When he stepped down as WDC President in 2013, he was elected Honorary Life President of the organization.

==Panama==
In 2014, Izhakoff was invited to assist in the development of a major project in the Republic of Panama, the goal of which was to establish the first dedicated diamond, colored gemstone and jewelry trading center in Latin America. Called the World Jewelry Hub, it also is the headquarters of Latin America's first recognized diamond bourse, the World Jewelry & Diamond Hub, Panama.

==Recognition and awards==
Izhakoff holds the titles of Honorary Chairman of the Diamond Industry Steering Committee, New York, USA; Honorary President of the Diamond Dealers Club, New York, USA; and Honorary Chairman of the Bangkok Diamonds and Precious Stones Exchange, Bangkok, Thailand.

At the CIBJO Congress in Vancouver, Canada, in 2006, Izhakoff was named an Honorary Life President of CIBJO, The World Jewellery Confederation.
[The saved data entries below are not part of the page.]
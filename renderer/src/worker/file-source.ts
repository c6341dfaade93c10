/** An AudioSource over a file's bytes, read on demand through the bridge (never the whole file). */
import type { AudioSource, Block, BlockOptions } from '../../../dsp/source.ts';
import { DEFAULT_BLOCK_FRAMES, resolveRange } from '../../../dsp/source.ts';
import { decodeSamples, type AudioLayout } from '../../../dsp/formats/index.ts';

export type ReadBytes = (offset: number, length: number) => Promise<Uint8Array>;

/** Bytes per read: large reads keep the bridge round trips few. */
const READ_BYTES = 8 * 1024 * 1024;

export class FileSource implements AudioSource {
  constructor(private readonly read: ReadBytes, readonly layout: AudioLayout) {}
  get sampleRateHz() { return this.layout.sampleRateHz; }
  get channelCount() { return this.layout.channels; }
  get frames() { return this.layout.frames; }
  get bitsPerSample() { return this.layout.bitsPerSample; }
  get sampleFormat() { return this.layout.sampleFormat; }

  /** Raw stored bytes of frames [start, end) in reads of about `readBytes`, the next `ahead` reads already under way. */
  async *rawChunks(start: number, end: number, reverse = false, readBytes = READ_BYTES, ahead = 1): AsyncIterable<{ firstFrame: number; bytes: Uint8Array }> {
    const align = this.layout.blockAlign;
    const per = Math.max(1, Math.floor(readBytes / align));
    const spans: [number, number][] = [];
    if (reverse) for (let hi = end; hi > start; hi -= per) spans.push([Math.max(start, hi - per), hi]);
    else for (let lo = start; lo < end; lo += per) spans.push([lo, Math.min(end, lo + per)]);
    const fetch = (s: [number, number]) => this.read(this.layout.dataOffset + s[0] * align, (s[1] - s[0]) * align);
    const inFlight: Promise<Uint8Array>[] = [];
    let issued = 0;
    const top = () => { while (issued < spans.length && inFlight.length <= ahead) inFlight.push(fetch(spans[issued++]!)); };
    top();
    for (let k = 0; k < spans.length; k++) {
      const bytes = await inFlight.shift()!;
      top();
      yield { firstFrame: spans[k]![0], bytes };
    }
  }

  async *blocks(options: BlockOptions = {}): AsyncIterable<Block> {
    const [start, end] = resolveRange(this, options);
    const size = Math.max(1, Math.floor(options.blockFrames ?? DEFAULT_BLOCK_FRAMES));
    const n = this.channelCount;
    if (options.reverse) {
      // Whole blocks counted from the end, as MemorySource does.
      let pending: Float64Array[] | null = null;
      let have = 0;
      for await (const { bytes } of this.rawChunks(start, end, true)) {
        const frames = Math.floor(bytes.length / this.layout.blockAlign);
        const dec = Array.from({ length: n }, () => new Float64Array(frames));
        decodeSamples(bytes, 0, this.layout.encoding, n, frames, dec, 0);
        for (const d of dec) d.reverse();
        let at = 0;
        while (at < frames) {
          if (!pending) { pending = Array.from({ length: n }, () => new Float64Array(size)); have = 0; }
          const take = Math.min(size - have, frames - at);
          for (let c = 0; c < n; c++) pending[c]!.set(dec[c]!.subarray(at, at + take), have);
          have += take;
          at += take;
          if (have === size) { yield pending; pending = null; }
        }
      }
      if (pending && have > 0) yield pending.map((a) => a.slice(0, have));
      return;
    }
    let pending: Float64Array[] | null = null;
    let have = 0;
    for await (const { bytes } of this.rawChunks(start, end)) {
      const frames = Math.floor(bytes.length / this.layout.blockAlign);
      let at = 0;
      while (at < frames) {
        if (!pending) { pending = Array.from({ length: n }, () => new Float64Array(Math.min(size, end - start))); have = 0; }
        const take = Math.min(pending[0]!.length - have, frames - at);
        decodeSamples(bytes, at * this.layout.blockAlign, this.layout.encoding, n, take, pending, have);
        have += take;
        at += take;
        if (have === pending[0]!.length) { yield pending; pending = null; }
      }
    }
    if (pending && have > 0) yield pending.map((a) => a.slice(0, have));
  }
}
He has received the Officer of the Order of Leopold from the King of Belgium, the Rapaport Award for Corporate Social Responsibility, the Israel Diamond Industry Dignitary Award, the New York Diamond Industry Lifetime Achievement Award, Diamantaire of the Year from the World Federation of Diamond Bourses (WFDB), the Medal of Honor from the Israel Diamond Institute, a special award from the Israel Diamond Exchange, the Andrea Palladio International Jewellery Award for Corporate and Social Responsibility, and special honors from the president of the Republic of Sakha, the government of Thailand, the government of South Africa and the Dubai Multi Commodities Center.